From: Tom Philp on
I am having difficulty interpreting what the final paragraph below means in the quoted multcompare help section:

"For example, suppose one row contains the following entries.

2.0000 5.0000 1.9442 8.2206 14.4971

These numbers indicate that the mean of group 2 minus the mean of group 5 is estimated to be 8.2206, and a 95% confidence interval for the true mean is [1.9442, 14.4971].

In this example the confidence interval does not contain 0.0, so the difference is significant at the 0.05 level. If the confidence interval did contain 0.0, the difference would not be significant at the 0.05 level."
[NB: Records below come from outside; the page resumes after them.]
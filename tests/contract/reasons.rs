//! The manual lists every reason that a finding can have, with its meaning.

use ropewalk_service::decode::reasons;

/// Reasons and meanings as the comment of `Finding` tells them.
fn told() -> Vec<(String, String)> {
    let text = include_str!("../../proto/ropewalk/v1/finding.proto");
    let (_, list) = text.split_once("// The reasons:\n").expect("the comment has the list");
    let (list, _) = list.split_once("message Finding {").expect("the message follows");
    let mut told: Vec<(String, String)> = Vec::new();
    for line in list.lines().map(|line| line.trim_start_matches("//").trim()) {
        if let Some(entry) = line.strip_prefix("- `") {
            let (reason, meaning) = entry.split_once("`: ").expect("a reason and its meaning");
            told.push((reason.to_owned(), meaning.to_owned()));
        } else if !line.is_empty() {
            let (_, meaning) = told.last_mut().expect("an entry before its second line");
            meaning.push(' ');
            meaning.push_str(line);
        }
    }
    told
}

#[test]
fn the_manual_lists_every_reason() {
    let known: Vec<(String, String)> = reasons::ALL
        .iter()
        .map(|(reason, meaning)| ((*reason).to_owned(), meaning.trim().to_owned()))
        .collect();
    assert_eq!(told(), known);
}
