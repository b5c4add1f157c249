import { boxPath, defineDrawing } from './drawing.ts';

/** The long plate is positive. The sense lead ends on the negative plate, where a temperature sensor is bolted. */
export const battery = defineDrawing({
  kind: 'battery',
  art: (device) =>
    device.symbol === 'block'
      ? {
          strokes: `M16 0V21M16 27V48M2 21H30M4 8h6M7 5v6`,
          fills: boxPath(8, 25.5, 16, 3),
          dashes: 'M2.25 32H11V28.5',
        }
      : {
          strokes: `M16 0V14M16 34V48M2 14H30M2 27H30M3 6h6M6 3v6`,
          fills: boxPath(8, 18.5, 16, 3) + boxPath(8, 31.5, 16, 3),
          dashes: 'M16 21.5V27M2.25 32H8',
        },
});
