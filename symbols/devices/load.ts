import { boxPath, circlePath, defineDrawing, directCurrentPath, type Art } from './drawing.ts';

/** Positive above, negative below, whatever the load is. */
export const load = defineDrawing({ kind: 'load', art: (device) => VARIANTS[device.symbol ?? 'plain'] ?? PLAIN });

const CIRCLE = `${circlePath(16, 24, 14)}M16 0V10M16 38V48`;
const BOX = `${boxPath(2, 13, 28, 22)}M16 0V13M16 35V48`;

const PLAIN: Art = { strokes: `${BOX}${directCurrentPath(16, 22)}` };

const VARIANTS: Readonly<Record<string, Art>> = {
  plain: PLAIN,
  motor: {
    strokes: `${CIRCLE}${directCurrentPath(16, 29)}`,
    letters: [{ x: 16, y: 21, text: 'M', size: 12 }],
  },
  // The filled triangle points the way the water goes, as on piping diagrams.
  pump: {
    strokes: CIRCLE,
    fills: 'M16 10.5L22 18H10Z',
    letters: [{ x: 16, y: 27, text: 'M', size: 12 }],
  },
  lamp: { strokes: `${CIRCLE}M6.1 14.1L25.9 33.9M25.9 14.1L6.1 33.9` },
  heater: { strokes: `${boxPath(11, 8, 10, 32)}M16 0V8M16 40V48M11 16h10M11 24h10M11 32h10` },
  horn: { strokes: `${boxPath(11, 13, 10, 22)}M16 0V13M16 35V48M21 18L30 11V37L21 30` },
  socket: { strokes: `${BOX}M6 24H14M21 17A7 7 0 0 0 21 31` },
  radio: { strokes: `${BOX}M16 32V18M10 18H22L16 25Z` },
  instrument: { strokes: `${CIRCLE}M9 31L22 18`, fills: 'M24 16L22.6 21.2L18.8 17.4Z' },
  fridge: { strokes: `${BOX}M16 17V31M9.9 20.5L22.1 27.5M22.1 20.5L9.9 27.5` },
};
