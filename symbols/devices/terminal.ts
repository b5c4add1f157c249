import { terminalsOf, unturnedSize } from '#shared/kinds/place.ts';

import { boxPath, circlePath, defineDrawing, type Art } from './drawing.ts';

export const terminal = defineDrawing({
  kind: 'terminal',
  art: (device) => (device.symbol === 'splice' ? splice(terminalsOf(device).length) : block(device)),
});

function block(device: Parameters<typeof unturnedSize>[0]): Art {
  const { width, height } = unturnedSize(device);
  const ways = terminalsOf({ ...device, x: 0, y: 0, rotation: 0 });
  const walls = ways.slice(1).map((way, i) => `M${(ways[i]!.x + way.x) / 2} 0v${height}`);
  return { strokes: boxPath(0, 0, width, height) + walls.join('') };
}

/** The dot is the joint: leads for as many sides as it has ways. */
function splice(ways: number): Art {
  const leads = ['M0 8H8', 'M8 8H16', 'M8 8V16', 'M8 8V0'].slice(0, Math.max(ways, 1));
  return { strokes: leads.join(''), fills: circlePath(8, 8, 4), terminals: 'none' };
}
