import { contactPath, eachPole, linkPath, polesOf } from './contact.ts';
import { defineDrawing } from './drawing.ts';

/** The cross says that it opens by itself. */
export const breaker = defineDrawing({
  kind: 'breaker',
  art: (device) => {
    const poles = polesOf(device.ratings);
    return {
      strokes: eachPole(poles, (pole) => {
        const y = 16 * pole + 8;
        return `${contactPath(pole)}M11 ${y - 3}l6 6M17 ${y - 3}l-6 6`;
      }),
      dashes: linkPath(poles, 26),
    };
  },
});
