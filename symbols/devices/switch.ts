import { contactPath, eachPole, linkPath, polesOf } from './contact.ts';
import { circlePath, defineDrawing, type Art } from './drawing.ts';

export const switchDrawing = defineDrawing({
  kind: 'switch',
  art: (device) => {
    const poles = polesOf(device.ratings);
    if (device.symbol === 'battery') return batterySwitch(poles);
    if (device.symbol === 'push') return pushButton(poles);
    if (device.symbol === 'float') return floatSwitch(poles);
    return { strokes: eachPole(poles, contactPath), dashes: linkPath(poles, 26) };
  },
});

/** Bar and ring: it isolates, and may be opened under load. */
function batterySwitch(poles: number): Art {
  return {
    strokes: eachPole(poles, (pole) => {
      const y = 16 * pole + 8;
      return `M0 ${y}H8M8 ${y - 5}v10${circlePath(11, y, 3)}M36 ${y}H48M36 ${y}L16 ${y - 11}`;
    }),
    dashes: linkPath(poles, 26),
  };
}

function pushButton(poles: number): Art {
  return {
    strokes: `${eachPole(poles, (pole) => {
      const y = 16 * pole + 8;
      return `M0 ${y}H14M34 ${y}H48M14 ${y - 5}H34`;
    })}M24 3V-4M19 -4H29`,
    dashes: linkPath(poles, 24),
  };
}

function floatSwitch(poles: number): Art {
  const floatY = 16 * (poles - 1) + 17;
  return {
    strokes: `${eachPole(poles, contactPath)}${circlePath(25, floatY, 4)}M13 ${floatY + 6}c2-2 4-2 6 0s4 2 6 0s4-2 6 0s4 2 6 0`,
    dashes: linkPath(poles, 25, floatY - 4),
  };
}
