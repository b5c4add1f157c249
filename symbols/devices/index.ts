import type { Device } from '#shared/model/design.ts';

import { alternator } from './alternator.ts';
import { battery } from './battery.ts';
import { bond } from './bond.ts';
import { breaker } from './breaker.ts';
import { busbar } from './busbar.ts';
import type { Art, Drawing } from './drawing.ts';
import { fuse } from './fuse.ts';
import { load } from './load.ts';
import { selector } from './selector.ts';
import { starter } from './starter.ts';
import { switchDrawing } from './switch.ts';
import { terminal } from './terminal.ts';

/** Every device drawing there is. Adding one is its file and a line here. */
export const DRAWINGS: readonly Drawing[] = [
  battery,
  alternator,
  fuse,
  breaker,
  switchDrawing,
  selector,
  busbar,
  terminal,
  bond,
  starter,
  load,
];

const byKind: ReadonlyMap<string, Drawing> = new Map(DRAWINGS.map((drawing) => [drawing.kind, drawing]));

/** A kind this version can't draw is an empty square, so that its place on the sheet is still seen. */
const UNKNOWN: Art = { strokes: 'M0 0h32v32h-32Z' };

export function artOf(device: Device): Art {
  return byKind.get(device.kind)?.art(device) ?? UNKNOWN;
}
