import { circlePath, defineDrawing, directCurrentPath } from './drawing.ts';

export const alternator = defineDrawing({
  kind: 'alternator',
  art: () => ({
    strokes: `${circlePath(16, 24, 14)}M16 0V10M16 38V48${directCurrentPath(16, 29)}`,
    dashes: 'M2.25 16H4.5M2.25 32H4.5',
    letters: [{ x: 16, y: 21, text: 'G', size: 12 }],
  }),
});
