/** A make contact of a switching device, drawn open; poles stand 16 apart, the first on the line of terminal a. */
export function contactPath(pole: number): string {
  const y = 16 * pole + 8;
  return `M0 ${y}H14M36 ${y}H48M36 ${y}L15.5 ${y - 11}`;
}

/** The dashed link by which all poles move together, down to `toY`. */
export function linkPath(poles: number, x: number, toY?: number): string {
  const end = toY ?? 16 * (poles - 1) + 3;
  return poles > 1 || toY !== undefined ? `M${x} 3V${end}` : '';
}

export function polesOf(ratings: Readonly<Record<string, unknown>>): number {
  const poles = ratings.poles;
  return poles === 2 || poles === 3 ? poles : 1;
}

export function eachPole(poles: number, draw: (pole: number) => string): string {
  return Array.from({ length: poles }, (_, pole) => draw(pole)).join('');
}
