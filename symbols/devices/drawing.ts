import type { Device } from '#shared/model/design.ts';

/**
 * How a kind is drawn, in sheet units from the upper left of the unturned symbol. Strokes are one path and fills
 * one path, so that a sheet of three hundred devices stays light; letters stand apart because they are set upright
 * however the device is turned.
 */
export interface Art {
  /** Lines of 1.5. */
  readonly strokes: string;
  /** Filled shapes, without a line round them. */
  readonly fills?: string;
  /** Mechanical links and senses: lines of 1, dashed. */
  readonly dashes?: string;
  readonly letters?: readonly Letter[];
  /** Circles at the terminals: the usual ones, studs on a solid bar, or none where the copper itself is the symbol. */
  readonly terminals?: 'circles' | 'studs' | 'none';
}

export interface Letter {
  /** The middle of the letters, both ways. */
  readonly x: number;
  readonly y: number;
  readonly text: string;
  readonly size: number;
}

export interface Drawing {
  readonly kind: string;
  art(device: Device): Art;
}

export function defineDrawing(drawing: Drawing): Drawing {
  return drawing;
}

/** A circle as part of a path. */
export function circlePath(x: number, y: number, r: number): string {
  return `M${x - r} ${y}a${r} ${r} 0 1 0 ${2 * r} 0a${r} ${r} 0 1 0 ${-2 * r} 0Z`;
}

export function boxPath(x: number, y: number, width: number, height: number): string {
  return `M${x} ${y}h${width}v${height}h${-width}Z`;
}

/** The sign of direct current: a line over three dashes. */
export function directCurrentPath(x: number, y: number): string {
  return `M${x - 6} ${y}h12M${x - 6} ${y + 4}h3M${x - 1.5} ${y + 4}h3M${x + 3} ${y + 4}h3`;
}
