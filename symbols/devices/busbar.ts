import { unturnedSize } from '#shared/kinds/place.ts';

import { boxPath, defineDrawing } from './drawing.ts';

export const busbar = defineDrawing({
  kind: 'busbar',
  art: (device) => {
    const { width } = unturnedSize(device);
    return { strokes: '', fills: boxPath(0, 4, width, 8), terminals: 'studs' };
  },
});
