import { createElement } from 'react';
import { renderToStaticMarkup } from 'react-dom/server';
import { describe, expect, it } from 'vitest';

import { KINDS } from '#shared/kinds/index.ts';
import type { Kind } from '#shared/kinds/kind.ts';
import { boxOf, terminalsOf, UNIT } from '#shared/kinds/place.ts';
import type { Device } from '#shared/model/design.ts';
import { monoInk, paperInk, screenInk } from '#symbols/ink.ts';
import { DeviceSymbol } from '#symbols/sheet/device-symbol.tsx';

import { DRAWINGS, artOf } from './index.ts';

const TURNS = [0, 90, 180, 270] as const;

/** Every drawing of every kind, and of each one every number of poles, ways and roles that changes it. */
const drawn: Device[] = KINDS.flatMap((entry) => {
  const kind = entry as unknown as Kind;
  return kind.symbols.flatMap((symbol) =>
    ratingsOf(kind.kind).map((extra): Device => ({
      id: 'd1',
      kind: kind.kind,
      symbol,
      sheetId: 's1',
      x: 80,
      y: 160,
      ratings: { ...kind.offers[0].ratings, ...extra },
    })),
  );
});

function ratingsOf(kind: string): Record<string, unknown>[] {
  if (kind === 'breaker' || kind === 'switch') return [{ poles: 1 }, { poles: 2 }, { poles: 3 }];
  if (kind === 'busbar') return [{ studs: 1 }, { studs: 8 }];
  if (kind === 'terminal') return [{ ways: 1 }, { ways: 3 }, { ways: 4 }];
  if (kind === 'bond') {
    const roles = ['common', 'engine', 'plate', 'hull', 'anode', 'lightning'];
    return roles.flatMap((role) => [
      { role, ways: 1 },
      { role, ways: 4 },
    ]);
  }
  return [{}];
}

describe('device drawings', () => {
  it('every kind of device has a drawing of its own', () => {
    expect(DRAWINGS.map(({ kind }) => kind).sort()).toEqual(KINDS.map(({ kind }) => kind).sort());
  });

  it('two drawings of one kind never look the same', () => {
    for (const kind of KINDS as unknown as Kind[]) {
      const looks = kind.symbols.map((symbol) =>
        JSON.stringify(
          artOf({ id: 'd', kind: kind.kind, symbol, sheetId: 's', x: 0, y: 0, ratings: kind.offers[0].ratings }),
        ),
      );
      expect(new Set(looks).size, kind.kind).toBe(looks.length);
    }
  });

  it.each(
    drawn.map((device) => [`${device.kind} ${device.symbol} ${JSON.stringify(device.ratings)}`, device] as const),
  )('a run meets every terminal of %s however it is turned', (_name, device) => {
    for (const rotation of TURNS) {
      const turned = { ...device, rotation };
      const box = boxOf(turned);
      const markup = renderToStaticMarkup(createElement(DeviceSymbol, { device: turned, ink: paperInk }));
      if (artOf(turned).terminals === 'none') continue;
      for (const terminal of terminalsOf(turned)) {
        const r = artOf(turned).terminals === 'studs' ? 2.5 : 2.25;
        expect(markup).toContain(`M${terminal.x - box.x - r} ${terminal.y - box.y}a${r} ${r} `);
        expect(Number.isInteger(terminal.x / UNIT) && Number.isInteger(terminal.y / UNIT)).toBe(true);
      }
      expect((box.width / UNIT) % 2).toBe(0);
      expect((box.height / UNIT) % 2).toBe(0);
    }
  });

  it('a splice has a lead to each of its ways instead of circles', () => {
    const splice: Device = {
      id: 'x',
      kind: 'terminal',
      symbol: 'splice',
      sheetId: 's',
      x: 0,
      y: 0,
      ratings: { ratedA: 30, ways: 4 },
    };
    for (const { x, y } of terminalsOf(splice)) {
      const axis = y === 8 ? `H${x}` : `V${y}`;
      const start = `M${x} ${y}`;
      const { strokes } = artOf(splice);
      expect(strokes.includes(axis) || strokes.includes(start), `${x},${y} in ${strokes}`).toBe(true);
    }
  });

  it('print can set everything that is drawn', () => {
    for (const device of drawn) {
      for (const ink of [paperInk, monoInk, screenInk]) {
        const markup = renderToStaticMarkup(createElement(DeviceSymbol, { device, ink }));
        expect(markup).not.toMatch(/dominant-baseline|paint-order|letter-spacing|<use|<defs|class="[^"]*sheet/);
        for (const text of markup.match(/<text[^>]*>/g) ?? []) expect(text).toContain('font-family');
        if (ink !== screenInk) expect(markup).not.toContain('var(');
      }
    }
  });

  it('letters stay upright in a symbol that is turned', () => {
    const motor: Device = {
      id: 'm',
      kind: 'load',
      symbol: 'motor',
      sheetId: 's',
      x: 0,
      y: 0,
      ratings: { nominalV: 12 },
      rotation: 90,
    };
    const markup = renderToStaticMarkup(createElement(DeviceSymbol, { device: motor, ink: paperInk }));
    const turnedPart = /<g transform="[^"]*rotate\(90\)[^"]*"[^>]*>(.*?)<\/g>/.exec(markup)?.[1];
    expect(turnedPart).toContain('<path');
    expect(turnedPart).not.toContain('<text');
    expect(markup).toContain('>M</text>');
  });
});
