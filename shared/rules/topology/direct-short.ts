import { mayChange, listOf } from '#shared/rules/mending.ts';
import type { Remedy } from '#shared/model/analysis.ts';
import { defineRule } from '#shared/rules/rule.ts';
import type { Proof } from '#shared/solve/proof.ts';
import { callOf } from '#shared/solve/ratings.ts';
import type { DirectShort } from '#shared/solve/shorts.ts';

/**
 * No way of wires, fuses and switches leads from the positive of a battery to its negative without a load on it.
 *
 * Why: closing it sends all that the battery can give through the wires. A battery connected the wrong way round in
 * a bank is the same. A switch that makes the short only when it is closed is named.
 * Source: none; it is arithmetic.
 * Says nothing about systems of different voltage that are joined.
 */
export const directShort = defineRule({
  id: 'topology/direct-short',
  title: 'A battery is short-circuited',
  severity: 'must',
  sources: {
    'abyc-e11': { title: 'Ampwright', clause: 'what a drawing shows' },
    'iso-13297': { title: 'Ampwright', clause: 'what a drawing shows' },
  },
  message: 'From the positive of {source} the way {runs} leads to a negative with no load on it.',

  *check(proof) {
    for (const short of proof.shorts.all) {
      yield {
        subject: { device: short.source.id },
        message: short.closing
          ? 'With {closing} closed, the way {runs} leads from the positive of {source} to a negative with no load on it.'
          : undefined,
        figures: {
          source: callOf(short.source),
          runs: listOf(short.runs.map((id) => callOf(proof.runOf.get(id)!.run))) || 'over a single stud',
          roundV: short.voltsRound,
          ...(short.closing && { closing: callOf(short.closing) }),
        },
        remedies: takeAway(proof, short),
      };
    }
  },
});

/** Where one single run joins the two poles, it is the wrong one. */
function takeAway(proof: Proof, short: DirectShort): Remedy[] {
  const [only, ...more] = short.runs.map((id) => proof.runOf.get(id)!.run);
  if (!only || more.length > 0 || !mayChange(only)) return [];
  return [{ title: `Take ${callOf(only)} away`, patch: [{ op: 'remove', path: ['runs', only.id] }] }];
}
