import { circlePath, defineDrawing } from './drawing.ts';

/** Two inputs, one arm; the small contact below is the pair that opens an alternator's field between positions. */
export const selector = defineDrawing({
  kind: 'selector',
  art: () => ({
    strokes: `M0 8H13M0 24H13${circlePath(15.5, 8, 2.5)}${circlePath(15.5, 24, 2.5)}M34 16H48M34 16L17.5 9.5M16 32V28H20M32 32V28H27L20 24.5`,
    dashes: 'M13.5 11.5A14 14 0 0 0 13.5 20.5M25 13V26.5',
  }),
});
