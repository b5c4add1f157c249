import { aDesign, fusedRun } from '#shared/testing/build-design.ts';
import { testRule } from '#shared/testing/test-rule.ts';

import { directShort } from './direct-short.ts';

const iso = { profile: 'iso-13297' } as const;

testRule(directShort, {
  right: [
    { name: 'a load between the poles', given: fusedRun(15) },
    { name: 'a load between the poles in the ISO profile', given: fusedRun(15, { size: '4 mm²', basis: iso }) },
    {
      name: 'two batteries in parallel',
      given: aDesign()
        .battery('G1')
        .battery('G2')
        .run('W1', 'G1.pos', 'G2.pos', 1, '2 AWG')
        .run('W2', 'G1.neg', 'G2.neg', 1, '2 AWG')
        .build(),
    },
    {
      name: 'two batteries in series',
      given: aDesign().battery('G1').battery('G2').run('W1', 'G1.neg', 'G2.pos', 1, '2 AWG').build(),
    },
  ],
  wrong: [
    {
      name: 'a run from pole to pole',
      given: aDesign().battery().run('W1', 'G1.pos', 'G1.neg', 1, '2 AWG').build(),
      says: ['From the positive of G1 the way W1 leads to a negative with no load on it.'],
      remedies: ['Take W1 away'],
    },
    {
      name: 'a fuse from pole to pole in the ISO profile',
      given: aDesign(iso)
        .battery()
        .fuse('F1', 100)
        .run('W1', 'G1.pos', 'F1.a', 0.1, '25 mm²')
        .run('W2', 'F1.b', 'G1.neg', 0.1, '25 mm²')
        .build(),
      says: ['From the positive of G1 the way W1 and W2 leads to a negative with no load on it.'],
      remedies: [],
    },
    {
      name: 'an open switch from pole to pole',
      given: aDesign()
        .battery()
        .device('Q1', 'switch', { continuousA: 100, normal: 'open' })
        .run('W1', 'G1.pos', 'Q1.a', 1, '2 AWG')
        .run('W2', 'Q1.b', 'G1.neg', 1, '2 AWG')
        .build(),
      says: ['With Q1 closed, the way W1 and W2 leads from the positive of G1 to a negative with no load on it.'],
    },
    {
      name: 'a battery the wrong way round in a bank',
      given: aDesign()
        .battery('G1')
        .battery('G2')
        .run('W1', 'G1.pos', 'G2.neg', 1, '2 AWG')
        .run('W2', 'G1.neg', 'G2.pos', 1, '2 AWG')
        .build(),
      says: ['From the positive of G1 the way W1 leads to a negative with no load on it.'],
      figures: { roundV: 24 },
    },
    {
      name: 'a bank of two with one wrong wire: one finding',
      given: aDesign()
        .battery('G1')
        .battery('G2')
        .run('W1', 'G1.pos', 'G2.pos', 1, '2 AWG')
        .run('W2', 'G1.neg', 'G2.neg', 1, '2 AWG')
        .run('W3', 'G1.pos', 'G1.neg', 1, '2 AWG')
        .build(),
      says: ['From the positive of G1 the way W3 leads to a negative with no load on it.'],
      remedies: ['Take W3 away'],
    },
  ],
});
I have data that looks like this:

1 2 0.1026 0.1816 0.2606
1 3 0.0309 0.1099 0.1889
1 4 -0.325 -0.246 -0.167
1 5 0.1858 0.2648 0.3438
2 3 -0.1507 -0.0717 0.0073
2 4 -0.5065 -0.4276 -0.3486
2 5 0.0042 0.0832 0.1622
3 4 -0.4348 -0.3559 -0.2769
3 5 0.0759 0.1549 0.2339
4 5 0.4318 0.5108 0.5897

Does this mean that as group 1 and group 3 have a lower confidence interval that starts with 0.0 they are not significantly different, and the same for groups 2 and 5, and 3 and 5? And then do I look at the upper confidence level and do the same? This would make groups 2 and 3 not significantly different also. My confusion comes as according to the graph that multcompare produces only groups 2 and 3 overlap and are therefore the only groups that are not significantly different. So is it only the upper confidence interval that I should look at to deduce significance?

Thanks
From: Tom Philp on
I have worked out my confusion - by saying the interval didn't contain 0.0 it means that both intervals are either positive or negative (and don't cross 0).

If one interval is negative and the other is positive then they do cross 0 and the groups aren't significantly different.